Friday, October 8, 2010
Oak Cliff’s arts community thrives by making the old new again
The renovated Kessler Theater is among several venues leading an arts revival in Oak Cliff.
First the Bishop Arts District brought gay-owned restaurants to Oak Cliff. Art galleries and stores followed closely. But not since the Bronco Bowl was torn down to make way for a Home Depot a decade ago have performing arts been so evident in the Cliff.
Originally owned by Gene Autry and opened as a movie theater, it fell on hard times with the advent of television. The building cycled through many uses — it was a church at one time, and later still, a bowling shirt factory.
In 1957, the Kessler took a direct hit from the great Oak Cliff tornado, a disaster most familiar to Oak Cliff residents today from a large photograph hanging in Norma’s Café across the street. (The twister ripped right through the theater but left the structure standing.) A few years later, the building was further devastated by fire. For most of the past 25 years, it has stood empty.
Then Edwin Cabaniss, who lives in the neighborhood, bought the theater for his wife, a dancer who teaches tap and ballet. The couple’s love of the arts translated into turning the space into a clearing house for live performance. Work continues on updating the building, and when dance, guitar, piano, and voice lessons aren’t taking place there, Jeff Liles books live music. Cliff native Edie Brickell will appear there Nov. 19; acts are booked four nights a week.
Visual arts are part of the ethos as well. In the gallery upstairs, an exhibit of black-light 1960s posters ran this summer. The theater, opened in March, looks better than it has since Autry owned it — and is more active.
The Kessler isn’t the only venue bringing life back into this gayborhood. Down the road, the Texas Theatre on Jefferson Boulevard has also reopened with a classic movie series. Best known as the place Lee Harvey Oswald was cornered after the assassination of President John F. Kennedy, it’s worth a visit, if only for its historic significance. After several failed attempts to save the building through the years, it is now owned by the non-profit Oak Cliff Foundation that is working on renovations.

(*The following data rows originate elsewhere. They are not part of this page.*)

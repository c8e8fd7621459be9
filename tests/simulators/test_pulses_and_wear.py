"""Pulse profiles, term-wise friction wear factors and the delta cycle's grip times."""

from __future__ import annotations

import numpy as np
import pytest
from numpy.testing import assert_allclose, assert_array_equal

from shadow.errors import ConfigurationError
from simulators.effects import StribeckFriction
from simulators.plant import HalfSinePulse, PulseProfile, ShapedPulse, pulse_shape
from simulators.trajectories import delta_pick_place

# integral of the normalised shape over 0 < phi < 1 (closed forms: 2/pi for sin(pi phi), 1/2 for the haversine
# and the triangle, 1 for the rectangle)
AREAS = {PulseProfile.HALF_SINE: 2.0 / np.pi, PulseProfile.HAVERSINE: 0.5, PulseProfile.TRIANGLE: 0.5,
         PulseProfile.RECTANGLE: 1.0}  # fmt: skip


@pytest.mark.parametrize("profile", list(PulseProfile), ids=lambda p: p.value)
def test_pulse_shapes_peak_at_one_and_have_their_areas(profile: PulseProfile) -> None:
    phi = (np.arange(200_000) + 0.5) / 200_000  # midpoint rule
    shape = pulse_shape(profile, phi)
    assert_allclose(np.mean(shape), AREAS[profile], rtol=1e-6)
    assert pulse_shape(profile, np.array([0.5]))[0] == pytest.approx(1.0)
    assert_array_equal(pulse_shape(profile, np.array([-0.1, 0.0, 1.0, 1.3])), 0.0)


def test_half_sine_shaped_pulse_equals_the_half_sine_pulse() -> None:
    start, duration, peak = np.array([0.1, 0.2]), np.array([0.03, 0.05]), np.array([40.0, 0.0])
    direction = np.array([[1.0, 0.0, 0.0], [0.0, 1.0, 0.0]])
    a = HalfSinePulse(start, duration, peak, direction)
    b = ShapedPulse(start, duration, peak, direction, PulseProfile.HALF_SINE)
    for t in np.linspace(0.0, 0.3, 301):
        wa, wb = a.wrench(t), b.wrench(t)
        assert (wa is None) == (wb is None)
        if wa is not None:
            assert_allclose(wb, wa, rtol=1e-15, atol=0.0)
        assert_array_equal(a.active(t), b.active(t))


def _friction() -> StribeckFriction:
    return StribeckFriction(
        coulomb=np.array([1.0, 2.0, 3.0]),
        static=np.array([1.5, 2.5, 3.5]),
        stribeck_velocity=np.full(3, 0.05),
        viscous_ref=np.array([0.1, 0.2, 0.3]),
        viscosity_temperature_coefficient_per_k=np.full(3, 0.02),
    )


def test_wear_factors_scale_each_term_per_window() -> None:
    base = _friction()
    f_c = np.array([[1.0, 1.5, 1.0], [1.0, 1.0, 1.0]])  # (B, n): window 0 wears actuator 2
    f_s = np.array([[1.0, 1.0, 1.0], [1.0, 1.0, 1.2]])
    f_v = np.array([[1.0, 1.5, 1.0], [2.0, 1.0, 1.0]])
    worn = base.with_factors(coulomb=f_c, static=f_s, viscous=f_v)
    assert_allclose(worn.coulomb, [[1.0, 3.0, 3.0], [1.0, 2.0, 3.0]], rtol=1e-15)
    assert_allclose(worn.static, [[1.5, 3.75, 3.5], [1.5, 2.5, 4.2]], rtol=1e-15)
    assert_allclose(worn.viscous_ref, [[0.1, 0.3, 0.3], [0.2, 0.2, 0.3]], rtol=1e-15)
    v, temp = np.full((2, 3), 0.4), np.full((2, 3), 40.0)
    # at T_ref, high speed: the effort is F_c tanh(v / v_e) + F_s-term (vanishing) + b v
    expected = (
        worn.coulomb * np.tanh(0.4 / 1e-2)
        + (worn.static - worn.coulomb) * np.exp(-((0.4 / 0.05) ** 2))
        + (worn.viscous_ref * 0.4)
    )
    assert_allclose(worn.effort(v, temp), expected, rtol=1e-14)
    with pytest.raises(ConfigurationError, match="static: breakaway level must not be below the Coulomb level"):
        base.with_factors(static=0.5)


def test_grip_times_are_where_the_gripper_closes_and_opens(rng: np.random.Generator) -> None:
    cycles = delta_pick_place(rng, 4, centre_m=np.array([-0.15, 0.0, -0.8]), missed_pick_probability=0.5,
                              double_pick_probability=0.3)  # fmt: skip
    close, release = cycles.grip_times_s()
    t = np.arange(0.0, cycles.path.end_s, 1e-4)
    tool = cycles.path.sample(t).tool
    rising = t[1:][np.diff(tool.astype(int)) == 1]
    falling = t[1:][np.diff(tool.astype(int)) == -1]
    assert_allclose(rising, close, atol=1.1e-4)
    assert_allclose(falling, release, atol=1.1e-4)
    assert not np.any(cycles.missed & cycles.doubled)
    assert_array_equal(cycles.workpiece_mass_kg[cycles.missed], 0.0)
    assert cycles.missed.shape == cycles.doubled.shape == (4,)
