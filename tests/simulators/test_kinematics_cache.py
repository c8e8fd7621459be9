"""The plant's warm-started hexapod kinematics and the shared-payload routes give the rigid model's own values."""

from __future__ import annotations

import numpy as np
import pytest
from numpy.testing import assert_allclose

from shadow.errors import ConfigurationError
from shadow.robots.description import build_model, example_paths, load_description
from shadow.robots.hexapod import HexapodModel
from shadow.robots.rotations import exp_rotation
from simulators.kinematics import WarmStartHexapod, plant_mechanism
from simulators.plant import bias_terms, mass_terms, shared_payload


def _model(family: str):
    return build_model(load_description(next(p for p in example_paths() if family in p.name)))


def _hexapod_path(model: HexapodModel, rng: np.random.Generator, n: int, offset_m: float = 0.0) -> np.ndarray:
    """Leg lengths (n, 1, 6) along a smooth motion of about 1 cm and 1 degree about home shifted by ``offset_m``."""
    home = np.asarray(model.params.home_position_m, dtype=float) + offset_m
    s = np.linspace(0.0, 1.0, n)[:, None]
    p = home + 0.01 * np.sin(2.0 * np.pi * s * rng.uniform(0.5, 1.5, size=3))
    rot = exp_rotation(0.02 * np.sin(2.0 * np.pi * s * rng.uniform(0.5, 1.5, size=3)))
    return model.inverse_kinematics(p, rot)[:, None, :]


def test_warm_start_finds_the_cold_start_pose(rng):
    cold = _model("hexapod")
    warm = plant_mechanism(cold)
    assert isinstance(warm, WarmStartHexapod)
    for q in _hexapod_path(cold, rng, 40):
        p_w, r_w = warm.forward_kinematics(q)
        p_c, r_c = cold.forward_kinematics(q)
        # both are Newton solutions to 1e-12 m in leg length; the pose agrees to the same order
        assert_allclose(p_w, p_c, rtol=0, atol=1e-11)
        assert_allclose(r_w, r_c, rtol=0, atol=1e-10)
        assert np.abs(warm.inverse_kinematics(p_w, r_w) - q).max() <= 1e-12


def test_warm_start_takes_fewer_newton_steps(rng):
    cold = _model("hexapod")
    warm = plant_mechanism(cold)
    path = _hexapod_path(cold, rng, 200, offset_m=0.03)  # about 0.3 mm between samples, as a plant asks
    warm.forward_kinematics(path[0])
    steps_cold = steps_warm = 0
    for previous, q in zip(path[:-1], path[1:], strict=True):
        steps_cold += int(cold.solve_forward_kinematics(q).iterations.sum())
        p0, r0 = warm.forward_kinematics(previous)  # the remembered pose
        steps_warm += int(cold.solve_forward_kinematics(q, initial_p=p0, initial_R=r0).iterations.sum())
        warm.forward_kinematics(q)
    assert steps_warm < steps_cold


def test_same_q_returns_the_remembered_pose_and_a_far_q_starts_cold(rng):
    model = WarmStartHexapod(_model("hexapod").params, warm_start_limit_m=1e-3)
    q = _hexapod_path(model, rng, 2)[0]
    p1, r1 = model.forward_kinematics(q)
    p1[:] = np.nan  # the caller's copy: the remembered pose must not change
    p2, r2 = model.forward_kinematics(q.copy())
    assert np.isfinite(p2).all()
    assert_allclose(r2, r1, rtol=0, atol=0)
    far = q + 0.02  # 20 mm on every leg: beyond the limit, solved from home as the base model does
    p_far, r_far = model.forward_kinematics(far)
    p_ref, r_ref = HexapodModel(model.params).forward_kinematics(far)
    assert_allclose(p_far, p_ref, rtol=0, atol=0)
    assert_allclose(r_far, r_ref, rtol=0, atol=0)


def test_rejects_a_negative_warm_start_limit():
    with pytest.raises(ConfigurationError, match="warm_start_limit_m"):
        WarmStartHexapod(_model("hexapod").params, warm_start_limit_m=-1.0)


def test_delta_is_left_as_it_is():
    delta = _model("delta")
    assert plant_mechanism(delta) is delta


@pytest.mark.parametrize("family", ["delta", "hexapod"])
def test_shared_payload_route_equals_the_per_row_routes(family, rng):
    model = _model(family)
    if family == "delta":
        x = np.asarray(load_description(next(p for p in example_paths() if "delta" in p.name)).home_position_m)
        q = model.inverse_kinematics(x + rng.uniform(-0.05, 0.05, size=(3, 3)))
        theta = np.full((3, 1), 0.8)
    else:
        q = _hexapod_path(model, rng, 3)[:, 0]
        theta = np.tile(rng.uniform(0.1, 0.3, size=10), (3, 1))
    qd = rng.normal(scale=0.2, size=q.shape)
    assert shared_payload(theta) is not None
    assert shared_payload(np.vstack([theta[:1], 1.1 * theta[1:]])) is None
    for route in ("affine", "regressor"):  # the per-row routes (any payload per row) against the shared one
        assert_allclose(mass_terms(model, q, theta), mass_terms(model, q, theta, route=route), rtol=1e-11, atol=1e-12)
    tau_known, y_p = model.rigid_regressor(q, qd, np.zeros_like(q))
    per_row = tau_known + np.einsum("bap,bp->ba", y_p, theta)
    assert_allclose(bias_terms(model, q, qd, theta), per_row, rtol=1e-10, atol=1e-10)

Next door is the newly opened Oak Cliff Cultural Center with 5,000 feet of space, which the city of Dallas used to replace the Ice House Cultural Center. The Ice House was the original early 1900s building where 7-Eleven got its start: They froze water in this building on Polk Street and sold ice in their first store just a few blocks away on Edgefield Avenue.
Dallas converted the Ice House into one of its small neighborhood cultural centers years later, where artists and playwrights were often featured, including Martice Productions, which specialized in gay/Latino comedies.
Gerardo Sanchez of the center said the new space features an art gallery that will house eight shows per year as well as a dance studio that’s already being used by arts groups, dance groups and classes. With the Texas Theatre next door, Sanchez said there are a lot of possibilities.
“We’re hoping to partner with them,” he says.
TeCo Productions is an ambitious theater company that operates out of the newly renovated Bishop Arts Theater on Tyler. The company started in Atlanta in 1993 and moved to Dallas where they performed at the Hall of State in Fair Park until a patron donated the dilapidated Blue Bird Theater just off Jefferson Boulevard.
The Blue Bird was a silent movie theater built in 1917 — talkies never made it in this part of Oak Cliff. Outside, the drab brown cement building is easy to miss. The surprise is the 170-seat proscenium-stage, state-of-the-art theater inside.
This year’s schedule includes gay writer Langston Hughes’ Black Nativity starring New Arts Six; the show opens in December. The season also includes a world premiere of a mystery in October, and in February, their annual new play competition. Last year’s Southwest Airlines Jazz Series regularly sold out.